◆ Work instruction
Using the listing, copy each whole line that features "AlignmentDesign".

====== Records for the task ======

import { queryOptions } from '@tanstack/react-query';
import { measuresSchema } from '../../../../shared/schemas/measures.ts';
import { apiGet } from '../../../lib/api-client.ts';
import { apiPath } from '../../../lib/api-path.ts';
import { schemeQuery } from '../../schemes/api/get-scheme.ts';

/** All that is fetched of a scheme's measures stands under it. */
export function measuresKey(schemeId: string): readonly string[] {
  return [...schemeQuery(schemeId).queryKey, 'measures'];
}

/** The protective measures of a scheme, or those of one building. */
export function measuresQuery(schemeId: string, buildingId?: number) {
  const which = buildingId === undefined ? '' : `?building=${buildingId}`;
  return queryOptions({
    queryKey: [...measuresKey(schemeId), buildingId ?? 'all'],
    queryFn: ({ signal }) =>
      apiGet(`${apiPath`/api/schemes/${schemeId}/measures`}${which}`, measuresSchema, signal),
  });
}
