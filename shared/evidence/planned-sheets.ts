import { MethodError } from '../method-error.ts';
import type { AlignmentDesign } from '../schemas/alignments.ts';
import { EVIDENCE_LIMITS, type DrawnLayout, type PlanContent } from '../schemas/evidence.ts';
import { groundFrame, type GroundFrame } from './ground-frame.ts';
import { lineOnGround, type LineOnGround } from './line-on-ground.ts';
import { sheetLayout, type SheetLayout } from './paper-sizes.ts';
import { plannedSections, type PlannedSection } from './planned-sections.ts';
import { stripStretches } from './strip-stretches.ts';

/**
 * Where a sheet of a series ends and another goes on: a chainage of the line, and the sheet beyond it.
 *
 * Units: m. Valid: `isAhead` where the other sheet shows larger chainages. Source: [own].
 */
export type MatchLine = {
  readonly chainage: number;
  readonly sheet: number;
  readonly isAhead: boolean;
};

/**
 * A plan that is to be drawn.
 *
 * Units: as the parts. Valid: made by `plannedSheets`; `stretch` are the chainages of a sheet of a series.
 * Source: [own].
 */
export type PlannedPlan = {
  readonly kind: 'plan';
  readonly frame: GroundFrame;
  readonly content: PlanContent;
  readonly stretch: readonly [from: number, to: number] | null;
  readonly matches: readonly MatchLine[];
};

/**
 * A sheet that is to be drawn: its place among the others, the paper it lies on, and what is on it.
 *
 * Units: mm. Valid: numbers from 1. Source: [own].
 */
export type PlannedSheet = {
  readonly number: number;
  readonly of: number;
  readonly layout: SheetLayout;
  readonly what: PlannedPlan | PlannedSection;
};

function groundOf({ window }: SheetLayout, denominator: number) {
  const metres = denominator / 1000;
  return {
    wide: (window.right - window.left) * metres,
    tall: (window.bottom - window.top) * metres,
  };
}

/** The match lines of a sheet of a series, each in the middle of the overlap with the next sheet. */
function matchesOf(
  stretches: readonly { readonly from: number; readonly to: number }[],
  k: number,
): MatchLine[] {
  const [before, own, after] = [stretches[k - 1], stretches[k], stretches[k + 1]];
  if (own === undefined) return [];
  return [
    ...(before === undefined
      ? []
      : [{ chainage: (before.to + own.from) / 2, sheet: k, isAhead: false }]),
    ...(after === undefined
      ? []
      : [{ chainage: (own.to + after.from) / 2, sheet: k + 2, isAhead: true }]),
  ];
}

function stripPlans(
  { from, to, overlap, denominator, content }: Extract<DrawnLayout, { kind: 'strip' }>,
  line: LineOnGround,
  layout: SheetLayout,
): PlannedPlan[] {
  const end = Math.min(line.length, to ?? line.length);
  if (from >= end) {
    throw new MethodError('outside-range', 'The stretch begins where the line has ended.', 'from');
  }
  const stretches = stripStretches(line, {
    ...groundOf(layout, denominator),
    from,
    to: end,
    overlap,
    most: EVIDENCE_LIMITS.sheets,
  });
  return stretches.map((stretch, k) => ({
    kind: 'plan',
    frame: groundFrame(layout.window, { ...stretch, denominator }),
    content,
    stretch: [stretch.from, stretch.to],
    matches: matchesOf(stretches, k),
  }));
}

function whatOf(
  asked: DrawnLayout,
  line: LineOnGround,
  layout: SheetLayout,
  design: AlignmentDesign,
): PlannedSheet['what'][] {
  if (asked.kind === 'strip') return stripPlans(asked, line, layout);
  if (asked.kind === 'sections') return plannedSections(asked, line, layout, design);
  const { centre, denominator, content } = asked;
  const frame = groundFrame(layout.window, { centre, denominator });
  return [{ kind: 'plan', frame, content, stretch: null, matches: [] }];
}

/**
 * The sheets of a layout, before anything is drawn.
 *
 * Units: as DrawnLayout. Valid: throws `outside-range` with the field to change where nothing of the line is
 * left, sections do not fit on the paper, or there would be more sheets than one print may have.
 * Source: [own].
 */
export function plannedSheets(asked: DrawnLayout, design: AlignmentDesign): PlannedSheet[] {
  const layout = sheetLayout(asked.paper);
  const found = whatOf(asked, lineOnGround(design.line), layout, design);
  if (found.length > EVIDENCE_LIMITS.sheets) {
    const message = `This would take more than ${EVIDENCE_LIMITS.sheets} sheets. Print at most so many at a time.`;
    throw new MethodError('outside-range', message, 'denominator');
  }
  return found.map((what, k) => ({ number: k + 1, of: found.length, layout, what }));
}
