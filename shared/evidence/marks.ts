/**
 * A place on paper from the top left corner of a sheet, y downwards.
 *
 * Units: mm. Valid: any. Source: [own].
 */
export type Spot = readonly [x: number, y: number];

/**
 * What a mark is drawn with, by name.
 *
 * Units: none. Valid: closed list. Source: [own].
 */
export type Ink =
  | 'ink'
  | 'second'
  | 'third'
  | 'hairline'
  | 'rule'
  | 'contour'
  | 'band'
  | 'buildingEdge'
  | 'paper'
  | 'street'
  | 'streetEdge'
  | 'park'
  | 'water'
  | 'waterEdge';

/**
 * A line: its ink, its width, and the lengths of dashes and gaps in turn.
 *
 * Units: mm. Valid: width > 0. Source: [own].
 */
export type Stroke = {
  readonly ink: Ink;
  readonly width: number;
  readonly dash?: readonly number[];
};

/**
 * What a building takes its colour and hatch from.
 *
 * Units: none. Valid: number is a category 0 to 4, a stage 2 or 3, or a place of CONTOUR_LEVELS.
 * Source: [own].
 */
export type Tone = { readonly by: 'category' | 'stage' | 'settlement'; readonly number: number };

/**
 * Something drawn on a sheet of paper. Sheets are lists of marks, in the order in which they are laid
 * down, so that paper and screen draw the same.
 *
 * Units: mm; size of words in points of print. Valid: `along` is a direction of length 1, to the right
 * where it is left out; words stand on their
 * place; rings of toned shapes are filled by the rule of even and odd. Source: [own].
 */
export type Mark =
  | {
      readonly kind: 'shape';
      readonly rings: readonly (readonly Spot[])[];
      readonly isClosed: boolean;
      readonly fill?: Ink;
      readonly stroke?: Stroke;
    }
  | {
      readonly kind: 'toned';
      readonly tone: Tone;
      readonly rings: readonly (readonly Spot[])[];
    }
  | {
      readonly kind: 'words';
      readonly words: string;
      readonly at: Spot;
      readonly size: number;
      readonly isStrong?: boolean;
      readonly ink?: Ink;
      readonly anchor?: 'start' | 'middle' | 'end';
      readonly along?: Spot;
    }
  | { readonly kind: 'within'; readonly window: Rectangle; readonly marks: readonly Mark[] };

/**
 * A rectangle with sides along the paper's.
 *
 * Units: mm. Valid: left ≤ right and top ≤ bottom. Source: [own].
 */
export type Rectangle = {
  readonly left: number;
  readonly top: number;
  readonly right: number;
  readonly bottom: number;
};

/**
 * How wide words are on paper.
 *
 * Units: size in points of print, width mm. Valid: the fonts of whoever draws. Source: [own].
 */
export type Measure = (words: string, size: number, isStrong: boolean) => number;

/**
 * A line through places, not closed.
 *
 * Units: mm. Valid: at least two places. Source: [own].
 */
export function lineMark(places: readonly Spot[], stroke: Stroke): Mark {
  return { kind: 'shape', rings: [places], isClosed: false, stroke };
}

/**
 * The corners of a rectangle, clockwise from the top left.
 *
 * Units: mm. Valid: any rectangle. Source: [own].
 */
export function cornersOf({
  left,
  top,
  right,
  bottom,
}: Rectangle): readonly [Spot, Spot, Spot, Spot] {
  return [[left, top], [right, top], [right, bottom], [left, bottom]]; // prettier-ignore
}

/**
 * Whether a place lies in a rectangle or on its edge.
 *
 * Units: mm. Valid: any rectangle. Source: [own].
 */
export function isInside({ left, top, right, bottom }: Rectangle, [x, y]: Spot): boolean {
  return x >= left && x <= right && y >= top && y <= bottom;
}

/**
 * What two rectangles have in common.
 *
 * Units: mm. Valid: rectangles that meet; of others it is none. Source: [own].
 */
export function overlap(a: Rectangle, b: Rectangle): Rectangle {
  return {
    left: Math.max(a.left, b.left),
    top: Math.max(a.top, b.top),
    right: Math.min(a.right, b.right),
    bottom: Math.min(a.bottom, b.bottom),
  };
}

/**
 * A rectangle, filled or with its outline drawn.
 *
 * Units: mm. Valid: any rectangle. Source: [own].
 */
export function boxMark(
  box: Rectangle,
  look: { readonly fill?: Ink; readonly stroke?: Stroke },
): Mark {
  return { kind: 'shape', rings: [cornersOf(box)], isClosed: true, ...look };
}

======

◆ Output for this exercise
import type { AlignmentDesign } from '../schemas/alignments.ts';
  design: AlignmentDesign,
export function plannedSheets(asked: DrawnLayout, design: AlignmentDesign): PlannedSheet[] {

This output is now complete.